[RECORDS FOR PROCESSING]

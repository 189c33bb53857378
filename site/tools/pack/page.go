package main

import (
	"bytes"
	"crypto/sha256"
	"encoding/base64"
	"encoding/hex"
	"encoding/json"
	"fmt"
	"html"
	"net/url"
	"slices"
	"strings"
	"text/template"
)

// page writes its two forms.
type page struct {
	sources  source
	packed   []byte // the program, gzipped
	licences string
	template []byte
	offline  []byte
}

// view is what index.html is filled with.
type view struct {
	Packaging, Version, Policy, Icon, Head, Tail string
}

// icon: two grains and the boundary between them.
const icon = `<svg xmlns="http://www.w3.org/2000/svg" viewBox="0 0 32 32"><rect width="32" height="32" rx="6" fill="#f4f1ea"/><path d="M3 8h7c3 0 4 15 6 15s3-15 6-15h7" fill="none" stroke="#1f3f8f" stroke-width="3"/><path d="M16 3v26" stroke="#222" stroke-width="1.5" stroke-dasharray="2 2"/></svg>`

// hosted returns the files of the folder: an index, parts named by their hashes,
// and the worker that keeps an offline copy.
func (p *page) hosted() (map[string][]byte, error) {
	files := map[string][]byte{}
	add := func(stem, ext string, data []byte) string {
		name := fmt.Sprintf("%s.%s.%s", stem, digest(data), ext)
		files[name] = data
		return name
	}
	v := view{Packaging: "hosted"}
	style := add("style", "css", []byte(p.sources.style))
	program := add("program", "bin", p.packed)
	worker := add("worker", "js", []byte(p.sources.worker))
	v.Head = fmt.Sprintf(`<link rel="stylesheet" href=%q>`, style) +
		fmt.Sprintf("\n<link rel=\"preload\" as=\"fetch\" crossorigin=\"anonymous\" href=%q>", program)
	v.Tail = fmt.Sprintf(`<script type="text/plain" id="program" data-href=%q></script>`, program) +
		fmt.Sprintf("\n<script type=\"text/plain\" id=\"worker\" data-href=%q></script>\n", worker) + p.licencesBlock()
	for _, s := range p.sources.scripts {
		v.Tail += fmt.Sprintf("\n<script src=%q></script>", add(s.name, "js", []byte(s.text)))
	}
	v.Policy = policy(map[string][]string{
		"script-src":  {"'self'", "'wasm-unsafe-eval'"},
		"style-src":   append([]string{"'self'"}, hashes(p.sources.plotsStyles...)...),
		"connect-src": {"'self'"},
		"worker-src":  {"'self'", "blob:"},
	})
	return files, p.finish(files, v)
}

// finish gives the hosted folder its version, index and offline worker. The
// version is a hash of all names and of the index before it is known.
func (p *page) finish(files map[string][]byte, v view) error {
	names := []string{"./", "licences.txt"}
	for name := range files {
		names = append(names, name)
	}
	slices.Sort(names)
	draft, err := p.fill(v)
	if err != nil {
		return err
	}
	v.Version = digest([]byte(strings.Join(names, " ") + string(draft) + string(p.offline)))
	if files["index.html"], err = p.fill(v); err != nil {
		return err
	}
	list, err := json.Marshal(names)
	if err != nil {
		return err
	}
	text := strings.NewReplacer("{{version}}", v.Version, "{{files}}", string(list)).Replace(string(p.offline))
	files["offline-worker.js"] = []byte(text)
	return nil
}

// single returns the page as one file.
func (p *page) single() ([]byte, error) {
	v := view{Packaging: "file"}
	style, err := inline("style", "", p.sources.style)
	if err != nil {
		return nil, err
	}
	worker, err := inline("script", ` type="text/plain" id="worker"`, p.sources.worker)
	if err != nil {
		return nil, err
	}
	v.Head = style
	v.Tail = `<script type="text/plain" id="program" data-coding="base64">` +
		base64.StdEncoding.EncodeToString(p.packed) + "</script>\n" + worker + "\n" + p.licencesBlock()
	var texts []string
	for _, s := range p.sources.scripts {
		script, err := inline("script", "", s.text)
		if err != nil {
			return nil, err
		}
		v.Tail += "\n" + script
		texts = append(texts, s.text)
	}
	v.Policy = policy(map[string][]string{
		"script-src":  append(hashes(texts...), "'wasm-unsafe-eval'"),
		"style-src":   hashes(append([]string{p.sources.style}, p.sources.plotsStyles...)...),
		"connect-src": {"'none'"},
		"worker-src":  {"blob:"},
	})
	v.Version = digest([]byte(v.Head + v.Tail))
	return p.fill(v)
}

func (p *page) fill(v view) ([]byte, error) {
	v.Icon = html.EscapeString(url.PathEscape(icon))
	t, err := template.New("index.html").Parse(string(p.template))
	if err != nil {
		return nil, err
	}
	var b bytes.Buffer
	err = t.Execute(&b, v)
	return b.Bytes(), err
}

func (p *page) licencesBlock() string {
	return `<script type="text/plain" id="licences">` + strings.ReplaceAll(p.licences, "</", "< /") + "</script>"
}

// policy is the Content-Security-Policy: nothing is allowed but what is listed.
func policy(own map[string][]string) string {
	rules := []string{"default-src 'none'"}
	for _, name := range []string{"script-src", "style-src", "connect-src", "worker-src"} {
		rules = append(rules, name+" "+strings.Join(own[name], " "))
	}
	return strings.Join(append(rules, "img-src data: blob:", "base-uri 'none'", "form-action 'none'"), "; ")
}

// inline refuses text that would end its own element.
func inline(element, attributes, text string) (string, error) {
	if strings.Contains(strings.ToLower(text), "</"+element) || strings.Contains(text, "<!--") {
		return "", fmt.Errorf("pack: a %s contains its own end or a comment and cannot stand inline", element)
	}
	return "<" + element + attributes + ">" + text + "</" + element + ">", nil
}

func hashes(texts ...string) []string {
	var list []string
	for _, t := range texts {
		sum := sha256.Sum256([]byte(t))
		list = append(list, "'sha256-"+base64.StdEncoding.EncodeToString(sum[:])+"'")
	}
	return list
}

func digest(b []byte) string {
	sum := sha256.Sum256(b)
	return hex.EncodeToString(sum[:6])
}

[/RECORDS FOR PROCESSING]

● **TASK BRIEF**
Every line above that has the string "json" needs to be copied.

● **ANSWER TO THE PROBLEM**
	"encoding/json"
	list, err := json.Marshal(names)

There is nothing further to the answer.